I was reading the other day, that there was some math errors in the calculation for the locations for the first man in space from Russia.

5 Replies
Honored Contributor II
505 Views

I would have guessed at the potential speed ranges  encountered ( and hence reynolds numbers) the simple drag model would be quite inaccurate so fixating too long on time steps for density variation would be maybe not time well spent......

Valued Contributor III
498 Views

This article shows why re-entry is tough and it discusses the variations in the density.
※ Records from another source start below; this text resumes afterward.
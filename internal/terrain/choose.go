package terrain

import (
	"context"
	"fmt"
	"slices"
	"strings"

	"ridgehop/profile"
)

// chosen is what a path may be sampled from.
type chosen struct {
	mosaics []*mosaic
	prints  []outlined
}

// choose lists what may lie under a path: everything, or what belongs to the
// rasters and sources of the names in only.
func (t *Terrain) choose(ctx context.Context, geographic track, only []string, into *profile.Profile) (chosen, error) {
	out := chosen{mosaics: t.mosaics, prints: t.prints}
	var names map[string]bool
	if len(only) > 0 {
		var err error
		if names, err = t.names(only); err != nil {
			return chosen{}, err
		}
		out = t.named(names)
	}
	for _, s := range t.sources {
		if s.tiles == nil {
			continue
		}
		filter := names
		if names[s.Name] {
			filter = nil
		} else if names != nil && !slices.ContainsFunc(only, s.owns) {
			continue
		}
		more, err := s.tiles.under(ctx, geographic, filter, &into.Unreachable)
		if err != nil {
			return chosen{}, err
		}
		out.mosaics = append(slices.Clip(out.mosaics), more...)
	}
	return out, nil
}

// owns reports whether a raster's name is that of one of the source's.
func (s *source) owns(name string) bool { return strings.HasPrefix(name, s.Name+"/") }

// names checks that every name is that of a raster or a source.
func (t *Terrain) names(only []string) (map[string]bool, error) {
	names := map[string]bool{}
	for _, name := range only {
		known := t.byName[name] != nil || slices.ContainsFunc(t.sources, func(s *source) bool {
			return !s.plain && s.Name == name || s.tiles != nil && s.owns(name)
		})
		if !known {
			return nil, fmt.Errorf("%w: %q", profile.ErrUnknownRaster, name)
		}
		names[name] = true
	}
	return names, nil
}

// named are the rasters of these names, or whose source has one of them, laid
// together.
func (t *Terrain) named(names map[string]bool) chosen {
	wanted := func(e *entry) bool { return names[e.Name] || e.Source != "" && names[e.Source] }
	var out chosen
	var entries []*entry
	for _, e := range t.byName {
		if wanted(e) && e.outlines == nil {
			entries = append(entries, e)
		}
	}
	for _, p := range t.prints {
		if wanted(p.entry) {
			out.prints = append(out.prints, p)
		}
	}
	out.mosaics = t.lay(entries)
	return out
}
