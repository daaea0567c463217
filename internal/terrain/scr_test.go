package terrain
import ("testing";"path/filepath";"ridgehop/internal/raster";"fmt";"time")
func BenchmarkScr(b *testing.B){
 folder,_,_:=benchmarkTile(b)
 l:=raster.NewLibrary(); p:=filepath.Join(folder,"N50W003.hgt")
 h:=make([]float32,3601*73)
 var to,tr time.Duration; n:=0
 for b.Loop() {
  s:=time.Now(); d,err:=l.Open(p); must(b,err); to+=time.Since(s)
  for k:=range 5 { s=time.Now(); must(b,d.Read(0,1500+73*k,3601,73,h)); tr+=time.Since(s) }
  d.Close(); n++
 }
 fmt.Println(to/time.Duration(n), tr/time.Duration(n*5))
}
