package terrain

import (
	"fmt"
	"math"

	"ridgehop/profile"
)

// even samples at an even spacing.
func (s *sampler) even(spacingM float64) error {
	if err := space(s.line.LengthM(), spacingM, s.into); err != nil {
		return err
	}
	for l := range layerCount {
		s.strips[l].reset()
		if err := s.read(l); err != nil {
			return err
		}
	}
	s.outlines()
	s.shiftDatums()
	s.compose(s.into.DistanceM)
	s.into.BendPerM = s.into.BendPerM[:0]
	return nil
}

// space lays the samples out evenly, void.
func space(lengthM, spacingM float64, into *profile.Profile) error {
	intervals := max(2, math.Ceil(lengthM/spacingM-1e-9))
	if intervals >= profile.MaxSamples {
		return fmt.Errorf("%w: a step of %.3g m makes %.0f of them; at most %d are taken: a spacing of %.3g m or more fits this path",
			profile.ErrTooManySamples, lengthM/intervals, intervals+1, profile.MaxSamples, roundedUp(lengthM/(profile.MaxSamples-1)))
	}
	n := int(intervals) + 1
	into.DistanceM, into.SpacingM = resized(into.DistanceM, n), lengthM/intervals
	for i := range n {
		into.DistanceM[i] = float64(i) * into.SpacingM
	}
	into.DistanceM[n-1] = lengthM
	return nil
}

// roundedUp is the least number of three digits that is no less than v > 0.
func roundedUp(v float64) float64 {
	digit := math.Pow(10, math.Floor(math.Log10(v))-2)
	return math.Ceil(v/digit) * digit
}

// read reads a layer at the profile's distances, as a strip that is straight
// between them.
func (s *sampler) read(l layer) error {
	out := &s.strips[l]
	if len(s.layers[l]) == 0 {
		return nil
	}
	for _, d := range s.into.DistanceM {
		out.node(d, math.NaN(), -1)
	}
	left := len(out.nodes)
	levels := s.levels(l)
	for i := range levels {
		if left == 0 {
			break
		}
		known, err := s.fill(&levels[i], out)
		if err != nil {
			return err
		}
		left -= known
	}
	return nil
}

// fill gives every node that is still void the mosaic's height, where it has
// one, and counts them.
func (s *sampler) fill(level *level, out *strip) (filled int, err error) {
	if err := s.ctx.Err(); err != nil {
		return 0, err
	}
	cur := &level.cur
	i := 0
	for k := range level.track {
		p := &level.track[k]
		for ; i < len(out.nodes) && out.nodes[i].at <= p.to; i++ {
			n := &out.nodes[i]
			if n.source >= 0 {
				continue
			}
			u, v := p.at(n.at)
			h, ok := cur.inside(u, v)
			tile := cur.tile
			if !ok {
				if h, tile, err = cur.height(u, v); err != nil {
					return filled, err
				}
				if h != h {
					continue
				}
			}
			n.height, n.source = h, s.sources.of(level.mosaic, tile)
			filled++
		}
	}
	return filled, nil
}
I have seen some stuff from the 70's where NASA used models in water to estimate the drag,  using dimensional similitude.

Valued Contributor III
464 Views

IN thinking further about @andrew_4619' s comment, the real problem is the issue of space debris coming back to earth, if it is damaged then the drag coefficient is going to depend on the actual shape, and is it tumbling, if the face is not axisymmetric is it likely to tumble. It is going to heat the air in front of it, so there will be a pressure front.

Even on a timber beam vibrating at a constant temp, the thermal range can be 40% of the mean value.

Super User
458 Views

Wouldn't the drag also be affected by the rate of disintegration of the various materials/metals, which would cause the actual shape to change?  Not all material would disintegrate at the same speed/time.

Doc (not an Intel employee or contractor)
[Windows 11 is the new Vista]

Valued Contributor III
433 Views

Yes the shape would change, I suspect the shape factor for a given shape, speed and height above the earth would be the same.  But the real problem is a lack of data to predict the changes.

Experimental physics is a limited art, rather than a real science.

A German physics student in 1929 spoke of all the limitations in the experiment for measuring one of the basic physics constants.  We still see the same problems in labs today.

Given that NASA must have a lot of data on this topic, one could probably have a lot of fun playing with the results and a model.